Prior to the Information Age, most of the world’s wealth was tied to tangible things like land and natural resources.  Today, more than 70% of wealth results from intangible assets.  A vast amount of the value of the world’s leading companies isn’t in their plants, factories, or physical assets, but rather the equity of their brands.  Building brand equity is at the heart of what agencies do.   

2. Fragmentation and addressability is creating more and more markets, and hence more marketers.

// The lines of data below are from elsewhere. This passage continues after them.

import express, { type Router } from 'express';
import { paginationQuerySchema } from '@shared/api/pagination.ts';
import { idParamsSchema } from '@shared/api/params.ts';
import { createRoutineSchema, updateRoutineSchema } from '@shared/api/routines.ts';
import { teamParamsSchema } from '@shared/api/teams.ts';
import { requireUser } from '@server/auth/current-user.ts';
import type { Db } from '@server/db/client.ts';
import { createRoutine, getRoutine, listRoutines, updateRoutine } from './routines.service.ts';

/** Routines: list and read (members); create and change (maintainers). */
export function routinesRouter(db: Db): Router {
  const router = express.Router();

  router.get('/teams/:teamId/routines', async (req, res) => {
    const user = requireUser(req);
    const { teamId } = teamParamsSchema.parse(req.params);
    res.json(await listRoutines(db, user, teamId, paginationQuerySchema.parse(req.query)));
  });

  router.post('/teams/:teamId/routines', async (req, res) => {
    const user = requireUser(req);
    const { teamId } = teamParamsSchema.parse(req.params);
    const input = createRoutineSchema.parse(req.body ?? {});
    res.status(201).json(await createRoutine(db, user, teamId, input));
  });

  router.get('/routines/:id', async (req, res) => {
    const user = requireUser(req);
    const { id } = idParamsSchema.parse(req.params);
    res.json(await getRoutine(db, user, id));
  });

  router.patch('/routines/:id', async (req, res) => {
    const user = requireUser(req);
    const { id } = idParamsSchema.parse(req.params);
    res.json(await updateRoutine(db, user, id, updateRoutineSchema.parse(req.body ?? {})));
  });

  return router;
}
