import { describe, expect, it } from 'vitest';
import { timingReportSchema } from '@shared/trial-report.ts';
import type { SizeTiming } from '@sandbox/timing/interleaved.ts';
import { toTimingReport } from '@sandbox/timing/timing-report.ts';

// Invented SizeTiming values.
const side = { minMs: 0.9, q1Ms: 1, medianMs: 1.1, q3Ms: 1.2, gflops: 2.5 };
const compared: SizeTiming = {
  n: 64,
  rounds: 31,
  candidate: side,
  incumbent: { ...side, medianMs: 1 },
  ratio: 1.1,
  ci95: [1.05, 1.15],
  pValue: 0.001,
  pValueAdjusted: 0.002,
  verdict: 'slower',
  blocks: 8,
  roundsPerBlock: [4, 4, 4, 4, 4, 4, 4, 3],
  blockRatios: [1.08, 1.12, 1.1, 1.09, 1.11, 1.1, 1.13, 1.07],
  betweenBlockSpread: 0.015,
  roundSpread: 0.04,
  callMs: 80.5,
  flags: [],
  failure: null,
};

describe('toTimingReport', () => {
  it('gives a report that the shared schema accepts, medians beside the details', () => {
    const report = timingReportSchema.parse(toTimingReport(compared));
    expect(report.candidate).toBe(1.1);
    expect(report.incumbent).toBe(1);
    expect(report.candidateDetail).toEqual({ medianMs: 1.1, q1Ms: 1, q3Ms: 1.2, gflops: 2.5 });
    expect(report).toMatchObject({ ratio: 1.1, ci95: [1.05, 1.15], verdict: 'slower' });
    expect(report).toMatchObject({
      blocks: 8,
      roundsPerBlock: compared.roundsPerBlock,
      blockRatios: compared.blockRatios,
      betweenBlockSpread: 0.015,
      roundSpread: 0.04,
      callMs: 80.5,
    });
    expect(report.message).toBeUndefined();
  });

  it('turns a failure into a message and keeps the flags', () => {
    const failed: SizeTiming = {
      ...compared,
      rounds: 0,
      candidate: null,
      ratio: null,
      ci95: null,
      pValue: null,
      pValueAdjusted: null,
      verdict: null,
      flags: ['candidate-failed'],
      failure: {
        kernel: 'candidate',
        phase: 'warm-up',
        status: 'timeout',
        message: 'over 2 s',
        block: 2,
      },
    };
    const report = timingReportSchema.parse(toTimingReport(failed));
    expect(report.message).toContain('in block 3');
    expect(report.candidate).toBeNull();
    expect(report.flags).toEqual(['candidate-failed']);
    expect(report.message).toContain('timeout');
    expect(report.message).toContain('over 2 s');
  });

  it('still accepts a report made before the block fields existed', () => {
    const report = toTimingReport(compared);
    const { blocks, roundsPerBlock, blockRatios, betweenBlockSpread, roundSpread, ...before } =
      report;
    expect([blocks, roundsPerBlock, blockRatios, betweenBlockSpread, roundSpread]).not.toContain(
      undefined,
    );
    expect(timingReportSchema.parse(before)).toEqual(before);
    expect(() => timingReportSchema.parse({ ...report, blocks: -1 })).toThrow();
  });
});
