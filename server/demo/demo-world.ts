import type { Env } from '@server/config/env.ts';
import type { Db } from '@server/db/client.ts';
import type { DemoPeople } from './demo-people.ts';
import type { DemoRoutineKey } from './demo-routines.ts';
import type { DemoQueue, DemoTrialRunner } from './demo-trials.ts';

/** Everything the story's events act on, and what they leave behind. */
export interface DemoWorld {
  db: Db;
  env: Env;
  people: DemoPeople;
  routines: Map<DemoRoutineKey, number>;
  queue: DemoQueue;
  trials: DemoTrialRunner;
  /** Candidate ids by the story's keys. */
  candidates: Map<string, number>;
  /** The promotion that made each candidate the incumbent, by the story's key. */
  promotions: Map<string, number>;
  /** Trials left queued for the worker. */
  leftQueued: number[];
}

/** The id the story's key stands for; a key used before it is made is a mistake in the story. */
export function idOf<K extends string>(map: Map<K, number>, key: K, what: string): number {
  const id = map.get(key);
  if (id === undefined) throw new Error(`the demo story names ${what} ${key} before creating it`);
  return id;
}
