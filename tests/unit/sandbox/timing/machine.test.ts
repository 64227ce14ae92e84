import { readFileSync } from 'node:fs';
import { describe, expect, it } from 'vitest';
import { machineFingerprint } from '@sandbox/timing/machine.ts';

describe('machineFingerprint', () => {
  it('describes this process and the installed isolated-vm', () => {
    const fp = machineFingerprint();
    const installed = JSON.parse(
      readFileSync(
        new URL('../../../../node_modules/isolated-vm/package.json', import.meta.url),
        'utf8',
      ),
    ) as { version: string };
    expect(fp.isolatedVmVersion).toBe(installed.version);
    expect(fp.nodeVersion).toBe(process.versions.node);
    expect(fp.v8Version).toBe(process.versions.v8);
    expect(fp.platform).toBe(`${process.platform}-${process.arch}`);
    expect(fp.cores).toBeGreaterThan(0);
    expect(fp.totalMemoryBytes).toBeGreaterThan(0);
    expect(fp.cpuModel.length).toBeGreaterThan(0);
  });
});
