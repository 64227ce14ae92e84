import v8 from 'node:v8';
import { eq } from 'drizzle-orm';
import type { Logger } from 'pino';
import type { Env } from '@server/config/env.ts';
import type { Db } from '@server/db/client.ts';
import { trials } from '@server/db/schema/trials.ts';
import type { TrialRow } from '@server/jobs/finished-trial.ts';
import { defaultTrialJobOptions } from '@server/jobs/pg-boss-queue.ts';
import { runTrialJob, type TrialLimits } from '@server/jobs/run-trial-job.ts';
import type { TrialQueue } from '@server/jobs/trial-queue.ts';

/**
 * Limits of the demo's trials: the worker's defaults for a call and memory, and a small timing
 * budget per size, so the whole load stays within a couple of minutes on two cores.
 */
export const demoTrialLimits: TrialLimits = {
  callTimeoutMs: 10_000,
  memoryLimitMb: 256,
  timingBudgetMs: 300,
};

/** Tries of one trial, as the worker's queue gives it (defaultTrialJobOptions: 1 + 2 retries). */
const TRIES = 1 + defaultTrialJobOptions.retryLimit;

/** A queue that keeps the trials the services queue, for the demo to run here or hand on. */
export interface DemoQueue extends TrialQueue {
  /** The trials queued since the last call. */
  take(): number[];
}

export function createDemoQueue(): DemoQueue {
  let queued: number[] = [];
  return {
    enqueueTrial: async (trialId) => void queued.push(trialId),
    stop: async () => {},
    take() {
      const taken = queued;
      queued = [];
      return taken;
    },
  };
}

export interface DemoTrialRunner {
  /**
   * Runs a queued trial through the worker's own job function (runTrialJob: the engine, the
   * progress writes, the final transaction that moves the candidate or judges the drift check)
   * and returns the finished row. With `optimiserOff`, V8's optimising compiler is switched off
   * in this process for the length of the trial, and on again afterwards.
   */
  run(trialId: number, options?: { optimiserOff?: boolean }): Promise<TrialRow>;
  /** How many trials ran. */
  count(): number;
}

export function createDemoTrialRunner(
  db: Db,
  env: Env,
  logger: Pick<Logger, 'info' | 'warn' | 'error'>,
): DemoTrialRunner {
  let count = 0;
  const deps = {
    db,
    env,
    logger,
    limits: demoTrialLimits,
    // Progress is for people watching a trial; nobody watches these, so write it rarely.
    progressIntervalMs: 60_000,
  };
  return {
    async run(trialId, options = {}) {
      if (options.optimiserOff) v8.setFlagsFromString('--no-opt');
      try {
        for (let attempt = 1; ; attempt++) {
          try {
            await runTrialJob(deps, trialId);
            break;
          } catch (err) {
            // A fault of the harness fails the job, and pg-boss tries it again; so does this.
            if (attempt >= TRIES) throw err;
            logger.warn(
              { err, trialId, attempt },
              'demo trial failed in the harness; trying again',
            );
          }
        }
      } finally {
        if (options.optimiserOff) v8.setFlagsFromString('--opt');
      }
      count += 1;
      const [row] = await db.select().from(trials).where(eq(trials.id, trialId));
      if (!row) throw new Error(`trial ${trialId} vanished`);
      return row;
    },
    count: () => count,
  };
}
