import type { RoutineDetail, RoutineIncumbent } from '@shared/api/routines.ts';
import { contractTexts } from '@shared/contracts/contract-texts.ts';
import type { RoutineSlug } from '@shared/routines.ts';
import type { TeamRole } from '@shared/roles.ts';
import { readKernelSource } from '@sandbox/kernels/read-kernel-source.ts';
import { starterKernelFiles } from '@sandbox/kernels/starter-kernels.ts';
import type { Db } from '@server/db/client.ts';
import { findMatrixSet } from '@server/matrix-sets/matrix-sets.repo.ts';
import { headlineOf, incumbentPromotionByRoutine, summarizeRoutines } from './routine-summary.ts';
import { findIncumbentRevision, type RoutineRow } from './routines.repo.ts';

const starterSources = new Map<RoutineSlug, string>();

/** The starter kernel of a contract, read once from the engine's folder. */
function starterSource(contract: RoutineSlug): string {
  let source = starterSources.get(contract);
  if (source === undefined) {
    source = readKernelSource(starterKernelFiles[contract]);
    starterSources.set(contract, source);
  }
  return source;
}

async function incumbentOf(db: Db, routine: RoutineRow): Promise<RoutineIncumbent | null> {
  if (!routine.incumbentRevisionId) return null;
  const revision = await findIncumbentRevision(db, routine.incumbentRevisionId);
  const promotions = await incumbentPromotionByRoutine(db, [routine]);
  if (!revision) return null;
  const p = promotions.get(routine.id);
  return {
    ...revision,
    promotion: p
      ? {
          id: p.id,
          trialId: p.trialId,
          promotedBy: { id: p.promotedBy, login: p.promoterLogin },
          promotedAt: p.createdAt.toISOString(),
          headline: headlineOf(p.metricsSnapshot),
        }
      : null,
  };
}

/** Everything about a routine that an author needs to start a kernel for it. */
export async function routineDetail(
  db: Db,
  routine: RoutineRow,
  myRole: TeamRole,
): Promise<RoutineDetail> {
  // In turn, not at once: the demo loader calls createRoutine with its transaction as `db`,
  // and a transaction's one connection takes one query at a time.
  const [summary] = await summarizeRoutines(db, [routine]);
  const set = await findMatrixSet(db, routine.matrixSetId);
  const incumbent = await incumbentOf(db, routine);
  return {
    ...summary!,
    description: routine.description,
    myRole,
    contractText: contractTexts[routine.contract],
    starterSource: starterSource(routine.contract),
    policy: routine.policy,
    matrixSet: {
      id: routine.matrixSetId,
      name: set?.name ?? '',
      description: set?.description ?? '',
      itemCount: set?.itemCount ?? 0,
      timingSizes: set?.timingSizes ?? [],
    },
    incumbent,
    createdAt: routine.createdAt.toISOString(),
  };
}
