import { describe, expect, it } from 'vitest';
import {
  chooseRounds,
  chooseWarmup,
  MAX_ROUNDS,
  MAX_WARMUP,
  MIN_ROUNDS,
  MIN_WARMUP,
} from '@sandbox/timing/rounds.ts';

describe('chooseRounds', () => {
  it('fits ⌊budget/round⌋ rounds between the bounds 11 and 201', () => {
    expect(MIN_ROUNDS).toBe(11);
    expect(MAX_ROUNDS).toBe(201);
    expect(chooseRounds({ budgetMs: 1000, roundMs: 10 })).toBe(100);
    expect(chooseRounds({ budgetMs: 1000, roundMs: 300 })).toBe(11); // the minimum wins
    expect(chooseRounds({ budgetMs: 1000, roundMs: 0.1 })).toBe(201);
    expect(chooseRounds({ budgetMs: 0, roundMs: 0 })).toBe(201);
    expect(chooseRounds({ budgetMs: 100, roundMs: 1, minRounds: 3, maxRounds: 50 })).toBe(50);
  });

  it('gives more rounds at small n for the same budget', () => {
    const small = chooseRounds({ budgetMs: 2000, roundMs: 2 * 0.05 });
    const large = chooseRounds({ budgetMs: 2000, roundMs: 2 * 40 });
    expect(small).toBeGreaterThan(large);
  });

  it('rejects bad budgets, round times and bounds', () => {
    expect(() => chooseRounds({ budgetMs: -1, roundMs: 1 })).toThrow(/budgetMs/);
    expect(() => chooseRounds({ budgetMs: 1, roundMs: NaN })).toThrow(/roundMs/);
    expect(() => chooseRounds({ budgetMs: 1, roundMs: 1, minRounds: 0 })).toThrow(/minRounds/);
    expect(() => chooseRounds({ budgetMs: 1, roundMs: 1, minRounds: 5, maxRounds: 4 })).toThrow(
      /maxRounds/,
    );
  });
});

describe('chooseWarmup', () => {
  it('covers about 100 ms of calls, between 5 and 30 calls', () => {
    expect([MIN_WARMUP, MAX_WARMUP]).toEqual([5, 30]);
    expect(chooseWarmup(10)).toBe(10);
    expect(chooseWarmup(0.5)).toBe(30);
    expect(chooseWarmup(0)).toBe(30);
    expect(chooseWarmup(60)).toBe(5);
    expect(() => chooseWarmup(-1)).toThrow(/firstCallMs/);
  });
});
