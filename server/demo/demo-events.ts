import { desc, eq } from 'drizzle-orm';
import { createCommentSchema } from '@shared/api/comments.ts';
import { promoteSchema, reinstateSchema } from '@shared/api/promotions.ts';
import { createReviewSchema } from '@shared/api/reviews.ts';
import { withdrawCandidate } from '@server/candidates/candidates.service.ts';
import { addComment } from '@server/comments/comments.service.ts';
import type { Db } from '@server/db/client.ts';
import { revisions } from '@server/db/schema/revisions.ts';
import { runDriftChecks } from '@server/drift/drift-checks.service.ts';
import { promoteCandidate } from '@server/promotions/promotions.service.ts';
import { reinstateIncumbent } from '@server/promotions/reinstate.service.ts';
import { submitReview } from '@server/reviews/reviews.service.ts';
import { person } from './demo-people.ts';
import type { DemoEvent } from './demo-story.ts';
import { playDraft, playRevise, playSubmit } from './demo-submissions.ts';
import { idOf, type DemoWorld } from './demo-world.ts';

async function latestRevision(db: Db, candidateId: number) {
  const [row] = await db
    .select({ id: revisions.id, source: revisions.source })
    .from(revisions)
    .where(eq(revisions.candidateId, candidateId))
    .orderBy(desc(revisions.number))
    .limit(1);
  if (!row) throw new Error(`candidate ${candidateId} has no revision to comment on`);
  return row;
}

/** The 1-based number of the first line of `source` containing `text`. */
export function lineContaining(source: string, text: string): number {
  const index = source.split('\n').findIndex((line) => line.includes(text));
  if (index < 0) throw new Error(`no line of the revision contains "${text}"`);
  return index + 1;
}

/**
 * Carries out one event of the story through the same services the API calls, with inputs
 * parsed by the API's own schemas.
 */
export async function playEvent(world: DemoWorld, event: DemoEvent): Promise<void> {
  const { db, env, people } = world;
  switch (event.kind) {
    case 'submit':
      return playSubmit(world, event);
    case 'revise':
      return playRevise(world, event);
    case 'draft':
      return playDraft(world, event);
    case 'comment': {
      const candidateId = idOf(world.candidates, event.candidate, 'candidate');
      let place = {};
      if (event.line !== undefined) {
        const revision = await latestRevision(db, candidateId);
        place = { revisionId: revision.id, line: lineContaining(revision.source, event.line) };
      }
      const input = createCommentSchema.parse({ body: event.body, ...place });
      await addComment(db, person(people, event.by), candidateId, input);
      return;
    }
    case 'review': {
      const candidateId = idOf(world.candidates, event.candidate, 'candidate');
      const input = createReviewSchema.parse({ verdict: event.verdict, body: event.body });
      await submitReview(db, env, person(people, event.by), candidateId, input);
      return;
    }
    case 'promote': {
      const candidateId = idOf(world.candidates, event.candidate, 'candidate');
      const input = promoteSchema.parse({ note: event.note });
      const outcome = await promoteCandidate(db, env, person(people, event.by), candidateId, input);
      world.promotions.set(event.candidate, outcome.promotion.id);
      return;
    }
    case 'reinstate': {
      const routineId = idOf(world.routines, event.routine, 'routine');
      const promotionId = idOf(world.promotions, event.candidate, 'promotion of');
      const input = reinstateSchema.parse({ promotionId, note: event.note });
      await reinstateIncumbent(db, env, person(people, event.by), routineId, input);
      return;
    }
    case 'withdraw': {
      const candidateId = idOf(world.candidates, event.candidate, 'candidate');
      await withdrawCandidate(db, person(people, event.by), candidateId);
      return;
    }
    case 'drift-check': {
      const routineId = idOf(world.routines, event.routine, 'routine');
      const started = await runDriftChecks(db, world.queue, { routineIds: [routineId] });
      if (started.length !== 1) throw new Error(`no drift check started for ${event.routine}`);
      for (const trialId of world.queue.take()) {
        await world.trials.run(trialId, { optimiserOff: event.runtime === 'optimiser-off' });
      }
      return;
    }
  }
}
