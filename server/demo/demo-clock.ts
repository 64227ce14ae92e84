import { sql } from 'drizzle-orm';
import type { DbOrTx } from '@server/mail/outbox.repo.ts';
import type { DemoMoment } from './demo-story.ts';

const HOUR_MS = 3_600_000;
const DAY_MS = 24 * HOUR_MS;

/** The time of a moment of the story: `day` whole days before `anchor`, at `hour`:00 UTC. */
export function momentTime(anchor: Date, moment: DemoMoment): Date {
  const day = new Date(anchor.getTime() - moment.day * DAY_MS);
  day.setUTCHours(moment.hour, 0, 0, 0);
  return day;
}

interface TimestampColumn {
  table: string;
  column: string;
}

/**
 * Gives the demo's rows the times of its story. The whole load runs in one transaction, in which
 * PostgreSQL's now() is the transaction's start, so every timestamp a step writes (column
 * defaults and the services' `now()` alike) equals now(); after each step those are moved to the
 * step's moment. Rows of earlier steps already hold earlier times and are left alone. A trial
 * ends its measured duration after its start (phases.totalMs), so the logbook shows real
 * durations.
 */
export async function createDemoClock(tx: DbOrTx) {
  const { rows } = await tx.execute<{ table_name: string; column_name: string }>(sql`
    select table_name, column_name from information_schema.columns
    where table_schema = 'public' and data_type = 'timestamp with time zone'
    order by table_name, column_name`);
  const columns: TimestampColumn[] = rows.map((r) => ({
    table: r.table_name,
    column: r.column_name,
  }));
  let last = 0;

  return {
    /** Moves every timestamp written since the previous stamp to `when` (which must not go back). */
    async stamp(when: Date): Promise<void> {
      if (when.getTime() < last) throw new RangeError('the demo clock cannot go back in time');
      last = when.getTime();
      const at = when.toISOString();
      for (const { table, column } of columns) {
        const target = sql.identifier(column);
        const value =
          table === 'trials' && column === 'finished_at'
            ? sql`${at}::timestamptz + coalesce((phases->>'totalMs')::float8, 0) * interval '1 millisecond'`
            : sql`${at}::timestamptz`;
        await tx.execute(
          sql`update ${sql.identifier(table)} set ${target} = ${value} where ${target} = now()`,
        );
      }
    },
  };
}

export type DemoClock = Awaited<ReturnType<typeof createDemoClock>>;
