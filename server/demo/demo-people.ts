import { eq } from 'drizzle-orm';
import { createTeamSchema } from '@shared/api/teams.ts';
import { recordAudit } from '@server/audit/audit.ts';
import type { CurrentUser } from '@server/auth/current-user.ts';
import { signInWithGithub } from '@server/auth/sign-in.service.ts';
import type { Db } from '@server/db/client.ts';
import { users } from '@server/db/schema/users.ts';
import { demoIdentities } from '@server/fake-github/demo-identities.ts';
import { insertMembership } from '@server/members/members.repo.ts';
import { createTeam } from '@server/teams/teams.service.ts';
import { demoTeam } from './demo-team.ts';

export interface DemoPeople {
  teamId: number;
  /** Each demo person as the services see a signed-in user, by login. */
  byLogin: Map<string, CurrentUser>;
}

/** The demo person with this login; a story naming someone else is a programming error. */
export function person(people: DemoPeople, login: string): CurrentUser {
  const user = people.byLogin.get(login);
  if (!user) throw new Error(`the demo story names ${login}, who is not in the demo team`);
  return user;
}

/**
 * Records the five people as if each had signed in through the fake provider (same GitHub ids,
 * stored as String(id), so signing in later finds them), makes the team's admin an instance
 * admin, creates the team with its maintainer and adds the others with their roles, audited as
 * the admin's doing.
 */
export async function createDemoPeople(db: Db): Promise<DemoPeople> {
  const byLogin = new Map<string, CurrentUser>();
  for (const identity of demoIdentities) {
    const user = await signInWithGithub(db, {
      githubId: String(identity.id),
      login: identity.login,
      name: identity.name,
      email: identity.email,
    });
    if (!user) throw new Error(`the login ${identity.login} belongs to another account`);
    byLogin.set(user.login, user);
  }
  const admin = byLogin.get(demoTeam.admin)!;
  if (!admin.isAdmin) {
    await db.update(users).set({ isAdmin: true }).where(eq(users.id, admin.id));
    byLogin.set(admin.login, { ...admin, isAdmin: true });
  }
  const team = await createTeam(
    db,
    byLogin.get(demoTeam.admin)!,
    createTeamSchema.parse({
      name: demoTeam.name,
      slug: demoTeam.slug,
      maintainerLogin: demoTeam.maintainer,
    }),
  );
  for (const member of demoTeam.members) {
    const user = byLogin.get(member.login);
    if (!user) throw new Error(`the demo team names ${member.login}, who has no identity`);
    await insertMembership(db, { teamId: team.id, userId: user.id, role: member.role });
    await recordAudit(db, {
      actorId: admin.id,
      teamId: team.id,
      action: 'member.added',
      entity: 'member',
      entityId: user.id,
      details: { login: user.login, role: member.role },
    });
  }
  return { teamId: team.id, byLogin };
}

In the age of mass media, there were mass products and services.  In the age of The Long Tail there is the potential for a rapidly increasing number of new markets serving very specific groups of customers.  Now that media channels are truly one-to-one (even television commercials will soon be delivered to one individual household at a time), media and agencies are no longer dependent on “mass” marketers.  Rather, there will be a whole new class of specialized marketers seeking help from professional marketing communications firms.

experience economy

3. We are evolving into an experience economy, which agencies should excel at.

Over the past several hundred years, the economic model of marketers has moved from commodities to goods to services to experiences.  As Joseph Pine and James Gilmore observe in the excellent The Experience Economy, creating experiences is the highest level of marketing.  Agencies have the talent and potential to help marketers move to this level.  But first, agencies have to redirect their energies away from the "production and distribution of advertising" to much higher level thinking.  As TBWA/Chiat/Day’s Lee Clow preaches, “It’s all media.”

4. The ultimate objective of any business enterprise seeking professional services is transformation, and this is precisely what agencies do.

When you see yourself as being in the transformation business, the client itself becomes the agency’s “product.”  The best clients hire agencies with the mandate “Change me.”  It all hinges on what business agencies believe they are in.  As Pine and Gilmore observe:

  • A commodity business charges for undifferentiated products.
  • A goods business charges for tangible things.
  • A service business charges for the activities performed.
  • An experience business charges for the feeling customers get by engaging it.
  • A transformation business charges for the ultimate benefit customers receive.

More than any other professional service provider, agencies are in the transformation business.  They do what other professional service firms (lawyers, accountants) cannot do – help companies completely reinvent themselves.  What a great time to be in the agency business.